BRICS ittifakı küresel harekete önderlik ediyor
BRICS ittifakı, son yıllarda dolar hegemonyasına karşı en organize meydan okumayı yaratmış durumda. İran ve Rusya ise ikili ticaretlerinde dolar kullanımını tamamen ortadan kaldırdı.
İran Merkez Bankası Başkanı Mohammad Reza Farzin, ilerlemeleri konusunda oldukça net açıklamalar yapıyor: “Biz Rusya ile bir para birimi anlaşması imzaladık ve ABD Doları’nı tamamen kaldırdık. Şimdi sadece ruble ve riyal ile ticaret yapıyoruz.”

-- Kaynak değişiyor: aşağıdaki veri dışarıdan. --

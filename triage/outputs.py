"""Writing a run directory: verdicts.csv, summary.json, tokens.jsonl, run.json, report.html.

Every file is written to a temporary name in the same folder and renamed into place, so an
interrupted run leaves the previous run's files intact. verdicts.csv, summary.json and
tokens.jsonl are deterministic (byte-identical for the same inputs); the date and the
timings live in run.json only.
"""

from __future__ import annotations

import csv
import json
import math
import os
import tempfile
from pathlib import Path
from typing import Any

FILES = ("verdicts.csv", "summary.json", "tokens.jsonl", "run.json", "report.html")


def _clean(obj: Any) -> Any:
    """JSON-safe: NaN and infinities become null, numpy/pandas scalars become Python ones."""
    if isinstance(obj, dict):
        return {str(k): _clean(v) for k, v in obj.items()}
    if isinstance(obj, (list, tuple)):
        return [_clean(v) for v in obj]
    if hasattr(obj, "item") and not isinstance(obj, (str, bytes)):
        try:
            obj = obj.item()
        except (ValueError, AttributeError):
            pass
    if isinstance(obj, float) and not math.isfinite(obj):
        return None
    return obj


def dumps(obj: Any) -> str:
    return json.dumps(_clean(obj), indent=2, ensure_ascii=False, allow_nan=False) + "\n"


def atomic_write(path: Path, text: str) -> None:
    path.parent.mkdir(parents=True, exist_ok=True)
    fd, tmp = tempfile.mkstemp(dir=path.parent, prefix=f".{path.name}.", suffix=".tmp")
    try:
        with os.fdopen(fd, "w", encoding="utf-8", newline="") as fh:
            fh.write(text)
        umask = os.umask(0)
        os.umask(umask)
        os.chmod(tmp, 0o666 & ~umask)  # mkstemp creates 0600; give the file the usual permissions
        os.replace(tmp, path)
    except BaseException:
        if os.path.exists(tmp):
            os.unlink(tmp)
        raise


def verdicts_csv(frame) -> str:
    # with "\n" line ends the csv module quotes a cell holding "\n" but not one holding a bare "\r",
    # which every CSV reader takes for a line end; when a cell has one, every cell is quoted
    bare_cr = any(frame[c].map(lambda x: isinstance(x, str) and "\r" in x).any() for c in frame.columns)
    return frame.to_csv(index=False, lineterminator="\n", quoting=csv.QUOTE_ALL if bare_cr else csv.QUOTE_MINIMAL)


def tokens_jsonl(tokens: list[dict[str, Any]]) -> str:
    return "".join(json.dumps(_clean(t), ensure_ascii=False, allow_nan=False) + "\n" for t in tokens)


def write_run(result, out_dir: str | os.PathLike, run_info: dict[str, Any] | None = None) -> Path:
    """Write the run's files under out_dir (created if needed) and return the folder."""
    out = Path(out_dir)
    texts = {
        "verdicts.csv": verdicts_csv(result.verdicts),
        "summary.json": dumps(result.summary),
        "tokens.jsonl": tokens_jsonl(result.tokens),
        "run.json": dumps(run_info or {}),
    }
    from .report import render_report

    html = render_report(result.summary, result.verdicts, result.tokens, run_info or {})
    for name, text in texts.items():
        atomic_write(out / name, text)
    atomic_write(out / "report.html", html)
    return out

Çin ise toplam küresel işlem hacminin yüzde 47‘sini oluşturan yuan kullanımını teşvik etmede özellikle agresif davranıyor. Brezilya artık Çin ile yuan ve real üzerinden ticaret yapıyor ve yuan takas bankaları açıyor.
Afrika ülkelerinden cesaretli politikalar
Afrika ülkeleri de parasal egemenliğe doğru kararlı adımlar atıyor. Tanzanya tüm yerel işlemlerde yabancı para birimlerinin kullanımını resmen yasakladı ve Kenya ve diğer Doğu Afrika Topluluğu (EAC) ülkeleri için uygun ortam hazırladı.

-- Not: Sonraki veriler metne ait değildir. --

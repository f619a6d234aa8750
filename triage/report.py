"""The HTML report: one self-contained page rendered from a run's tables (no model needed)."""

from __future__ import annotations

import json
from pathlib import Path
from typing import Any

import pandas as pd


def _env():
    from jinja2 import Environment, PackageLoader, select_autoescape

    return Environment(loader=PackageLoader("triage", "templates"), autoescape=select_autoescape(default=True))


def render_report(summary: dict[str, Any], verdicts: pd.DataFrame, tokens: list[dict[str, Any]],
                  run_info: dict[str, Any]) -> str:
    failed = verdicts[verdicts["verdict"] != "correct"] if len(verdicts) else verdicts
    return _env().get_template("report.html.j2").render(
        summary=summary, run=run_info, failed=failed.to_dict("records"), n_rows=len(verdicts),
    )


def load_run(run_dir: str | Path) -> tuple[dict[str, Any], pd.DataFrame, list[dict[str, Any]], dict[str, Any]]:
    run_dir = Path(run_dir)
    summary = json.loads((run_dir / "summary.json").read_text(encoding="utf-8"))
    verdicts = pd.read_csv(run_dir / "verdicts.csv", dtype={"id": str, "source": str, "reference": str, "output": str},
                           keep_default_na=False, na_values={c: [""] for c in ("ref_score", "out_score")})
    tokens_path = run_dir / "tokens.jsonl"
    tokens = [json.loads(x) for x in tokens_path.read_text(encoding="utf-8").splitlines() if x.strip()] \
        if tokens_path.exists() else []
    run_path = run_dir / "run.json"
    run_info = json.loads(run_path.read_text(encoding="utf-8")) if run_path.exists() else {}
    return summary, verdicts, tokens, run_info


def rerender(run_dir: str | Path) -> Path:
    """Re-render report.html from the run directory alone."""
    from .outputs import atomic_write

    summary, verdicts, tokens, run_info = load_run(run_dir)
    out = Path(run_dir) / "report.html"
    atomic_write(out, render_report(summary, verdicts, tokens, run_info))
    return out
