"""Errors a user can fix. The CLI prints them as one line and exits with code 2."""

from __future__ import annotations


class TriageError(Exception):
    """A problem with the user's input, model or options (exit code 2, no traceback)."""

    exit_code = 2

    def __init__(self, message: str, *, path: str | None = None, line: int | None = None, hint: str = ""):
        self.message = message
        self.path = str(path) if path is not None else None
        self.line = line
        self.hint = hint
        super().__init__(self.one_line())

    def one_line(self) -> str:
        where = ""
        if self.path:
            where = self.path + (f":{self.line}" if self.line is not None else "") + ": "
        text = f"{where}{self.message}"
        if self.hint:
            text += f" ({self.hint})"
        return " ".join(text.split())


class InputError(TriageError):
    """The dev set cannot be read as given."""


class ModelError(TriageError):
    """The model directory cannot be loaded as given."""


class ClusterError(TriageError):
    """The Ray cluster cannot be reached, or a worker cannot load the model or went missing."""


class OptionError(TriageError):
    """An option value is wrong or two options contradict each other."""


class OptionValueError(OptionError):
    """An option value out of range, named by its Python name (the CLI names its flag instead)."""

    def __init__(self, option: str, detail: str):
        self.option, self.detail = option, detail
        super().__init__(f"{option} {detail}")


def check_at_least_one(option: str, value: int | None) -> None:
    """The one check of a count option (rows per step, rows per page, sampled rows, beam width)."""
    if value is not None and value < 1:
        raise OptionValueError(option, f"must be at least 1, got {value}")
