def _print_summary(result, out_dir: Path, run_info: dict) -> None:
    s = result.summary
    print(f"triage {__version__}: {s.data.rows} rows, objective {s.objective}")
    print("  " + ", ".join(f"{k} {v}" for k, v in s.counts.items()))
    ss = s.search_share
    if ss.compared:
        lo, hi = ss.interval95
        print(f"  search-side share of compared failures: {ss.share:.0%} (95% interval {lo:.0%}-{hi:.0%})")
    rep = s.reproduction
    if rep is not None and rep.reproduced_share is not None:
        print(f"  outputs check: {rep.reproduced} of {rep.checked} sampled failed outputs come out of the decoder "
              f"again at these settings ({rep.reproduced_share:.0%})")
    rec = s.recommendation
    print(f"  recommendation: {rec.action}: {rec.because}")
    cache = result.cache
    if cache:
        print(f"  scores: {cache.get('hits', 0)} rows from the cache, {cache.get('misses', 0)} scored")
    print(f"  wrote {out_dir}/report.html (and verdicts.csv, summary.json, tokens.jsonl) in {run_info['elapsed_s']:.1f} s")


def cmd_report(a: argparse.Namespace) -> int:
    from triage.rundir.reader import rerender

    try:
        out = rerender(a.run_dir, a.page_rows)
    except OptionValueError as exc:
        raise OptionError(f"{FLAGS.get(exc.option, exc.option)} {exc.detail}") from None
    print(f"wrote {out}")
    return 0


def cmd_compare(a: argparse.Namespace) -> int:
    from triage.compare import compare_runs, parse_labels, summary_paragraph, write_comparison

    labels = parse_labels(a.labels)
    out = Path(a.out) if a.out else Path("reports") / f"compare-{Path(a.run_a).name}-{Path(a.run_b).name}"
    _check_out_dir(out)
    comparison = compare_runs(a.run_a, a.run_b, labels=labels, allow_different_data=a.allow_different_data)
    json_path, html_path = write_comparison(comparison, out)
    print(summary_paragraph(comparison))
    print(f"wrote {html_path} and {json_path.name}")
    return 0


_STOP_SIGNAL = {"signum": signal.SIGINT}


def _stop(signum, frame) -> None:
    """SIGTERM and SIGHUP (a timeout, a closed terminal, a cancelled job) stop a run the way Ctrl-C
    does: the temporary files go, the previous outputs stay, the cache keeps what was scored."""
    _STOP_SIGNAL["signum"] = signum
    raise KeyboardInterrupt


def main(argv: list[str] | None = None) -> int:
    _STOP_SIGNAL["signum"] = signal.SIGINT
    handlers = {}
    if threading.current_thread() is threading.main_thread():
        handlers = {sig: signal.signal(sig, _stop) for sig in (signal.SIGTERM, signal.SIGHUP)}
    try:
        return _main(argv)
    finally:
        for sig, old in handlers.items():
            signal.signal(sig, old)


def _main(argv: list[str] | None) -> int:
    argv = list(sys.argv[1:] if argv is None else argv)
    if argv[:1] == ["bench"]:
        from benchmarks.bench import main as bench_main

        return int(bench_main(argv[1:]) or 0)
    parser = build_parser()
    a = parser.parse_args(argv)
    if a.command is None:
        parser.print_help()
        return 2
    debug = getattr(a, "debug", False)
    try:
        if a.command == "run":
            return cmd_run(a)
        if a.command == "report":
            return cmd_report(a)
        if a.command == "compare":
            return cmd_compare(a)
    except TriageError as exc:
        if debug:
            raise
        print(f"triage: error: {exc.one_line()}", file=sys.stderr)
        return exc.exit_code
    except KeyboardInterrupt as exc:
        what = str(exc) if str(exc).startswith("interrupted") else "interrupted"
        print(f"triage: {what}; the previous outputs are left as they were; "
              "a rerun takes the scored rows from the cache", file=sys.stderr)
        return 128 + int(_STOP_SIGNAL["signum"])  # 130 for Ctrl-C, 143 for SIGTERM, 129 for SIGHUP
    except BrokenPipeError:
        os._exit(1)
    except OSError as exc:  # an output folder that cannot be written, a full disk
        if debug:
            raise
        where = f"{exc.filename}: " if exc.filename else ""
        print(f"triage: error: {where}{exc.strerror or exc} (check the --out folder and the free space)",
              file=sys.stderr)
        return 2
    except MemoryError:
        if debug:
            raise
        print("triage: error: out of memory; a run without --widen, --beam-curve, --redecode-alpha, --where-lost "
              "and --exact streams the dev set (memory follows --chunk-rows); those options need it whole",
              file=sys.stderr)
        return 2
    return 2


if __name__ == "__main__":
    raise SystemExit(main())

Nijerya BRICS’e ortak ülke olarak katıldı ve ikili ticaret anlaşmalarında yerel para birimlerini kullanmaya istekli olduğunu belirtti. Gana ise petrol ithalatını artık altınla ödüyor.
Piyasalara etkileri ve ABD Doları’nın geleceği
Finans analistleri, bu dolarsızlaştırma çabalarının ABD ekonomisi için ciddi sonuçlar doğurabileceği konusunda uyarıyor. Bu endişelere ek olarak, Moody’s’in ABD kredi borç notunu düşürmesi, ABD varlıklarının güvenli limanlar olduğuna olan inancı da daha da zayıflatmış durumda.

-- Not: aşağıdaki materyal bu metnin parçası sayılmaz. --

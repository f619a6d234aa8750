"""triage: is a failed dev-set row the beam's fault or the model's?

The public API (imports are lazy so that ``triage --help`` starts fast):

    triage_run(model, data, settings, options, studies=StudyPlan(...), out=DIR)
                                           -> RunOutcome: what `triage run` does (studies, the one
                                              recommendation, the run folder), as one call
    load_model(spec)                       -> a SequenceModel (a checkpoint directory, or python:module:factory)
    read_devset(path, ...)                 -> DevSet;  stream_devset(path, ...) -> DevSetStream (never whole)
    run_triage(model, devset, settings)    -> TriageResult (pandas DataFrames + a typed Summary)
    write_run(result, out_dir)             -> writes verdicts.csv, summary.json, tokens.jsonl, report.html
    RunWriter(out_dir)                     -> writes a run folder as the rows stream in
    load_run(run_dir), rerender(run_dir)   -> a run folder read back; its page rendered again
    recommend(summary)                     -> the Recommendation (decided once per run)
    DecoderSettings                        -> the decoder's objective
    Summary, Recommendation, Action, Verdict -> the types of summary.json
"""

__version__ = "0.1.0"

_LAZY = {
    "DecoderSettings": ("triage.settings", "DecoderSettings"),
    "read_devset": ("triage.data.devset", "read_devset"),
    "run_triage": ("triage.run.pipeline", "run_triage"),
    "model_settings": ("triage.models.describe", "model_settings"),
    "model_info": ("triage.models.describe", "model_info"),
    "capabilities": ("triage.models.api", "capabilities"),
    "TriageOptions": ("triage.run.pipeline", "TriageOptions"),
    "write_run": ("triage.rundir.writer", "write_run"),
    "load_model": ("triage.models.loading", "load_model"),
    "triage_run": ("triage.workflow", "triage_run"),
    "StudyPlan": ("triage.workflow", "StudyPlan"),
    "RunOutcome": ("triage.workflow", "RunOutcome"),
    "stream_devset": ("triage.data.devset", "stream_devset"),
    "RunWriter": ("triage.rundir.writer", "RunWriter"),
    "load_run": ("triage.rundir.reader", "load_run"),
    "rerender": ("triage.rundir.reader", "rerender"),
    "recommend": ("triage.decision", "recommend"),
    "Summary": ("triage.run.summary", "Summary"),
    "Recommendation": ("triage.run.summary", "Recommendation"),
    "Action": ("triage.run.summary", "Action"),
    "Verdict": ("triage.run.verdicts", "Verdict"),
}

__all__ = ["__version__", *_LAZY]


def __getattr__(name):
    if name in _LAZY:
        import importlib

        module, attr = _LAZY[name]
        return getattr(importlib.import_module(module), attr)
    raise AttributeError(name)
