def _in_memory(model, dev, settings, options, plan: StudyPlan, info, on_note, sample,
               pool=None) -> tuple[TriageResult, dict]:
    """The rows held in memory: triage, then the sweeps and the search checks on them."""
    from triage.studies.plan import estimate_seconds
    from triage.studies.runner import run_search_checks, run_studies

    result = run_triage(model, dev, settings, options, model_info=info, on_step=sample.add_step, pool=pool)
    sweep_plan = dict(widen=plan.widen, beam_curve_max=plan.beam_curve, alphas=plan.alpha_grid,
                      redecode_alpha=plan.redecode_alpha, max_rows=plan.max_rows, seed=plan.seed)
    if plan.decodes:
        est = estimate_seconds(model, result, **sweep_plan)
        on_note(f"sweeps estimated at {est['seconds']:.0f} s (measured on {est['sample_rows']} rows)")
    done = run_studies(model, result, **sweep_plan, progress=options.progress, devset=dev, length_penalty=True)
    _merge(result.summary, done)
    if plan.where_lost or plan.exact:
        run_search_checks(model, result, where_lost_rows=plan.where_lost, exact=plan.exact)
    return result, done.tables


def _streamed(model, dev, settings, options, plan: StudyPlan, info, writer, sample,
              pool=None) -> tuple[TriageResult, dict]:
    """The dev set streamed through: each step's rows go to the writer (and are kept only when
    nothing is written); the length-penalty re-ranking is tallied step by step."""
    from triage.studies.length_penalty import PenaltyTally
    from triage.studies.runner import run_studies

    penalty = PenaltyTally(settings, options.margin, options.metric, plan.alpha_grid)
    steps = [penalty.add_step, sample.add_step] if writer is None else [writer.add_step, penalty.add_step,
                                                                          sample.add_step]
    result = run_triage(model, dev, settings, options, model_info=info, keep=writer is None, on_step=steps,
                        pool=pool)
    done = run_studies(model, result, alphas=plan.alpha_grid, progress=options.progress, length_penalty=True,
                       penalty_tally=penalty)
    _merge(result.summary, done)
    return result, done.tables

Deutsche Bank yakın tarihli bir analizinde şunları kaydediyor: “Sermaye akışı tahsislerindeki büyük değişimlerin döviz hareketlerini düzensiz hale gelme riski bulunuyor.”
Goldman Sachs analisti Jan Hatzius ise şunları söylüyor: “Ticaret ağırlıklı geniş bir temelde dolarda son zamanlardaki yüzde 5’lik değer kaybının daha da ilerlemesi gerektiğine inanıyorum.”
Durum, iç faktörler tarafından da karmaşık hale getiriliyor. Tarafsız analistlere göre, Trump’ın vergi tasarısı ülkenin borcuna 3 ila 5 trilyon dolar ekleyecek. Bu şişen mali borç, ticaret sürtüşmeleri ve zayıflayan güvenle birleşince, ABD piyasalarını ağır bir şekilde etkileme potansiyeli taşıyor.
Şimdilik bu eğilimin yavaşlama belirtisi göstermediği, söz konusu birlik ve ittifaklarla 70’in üzerinde ülkenin dolarsızlaşma sürecine dahil olduğu ve hatta daha fazla ülkenin de mevcut girişimlere katılmasıyla hızlandığı bir süreç yaşanıyor.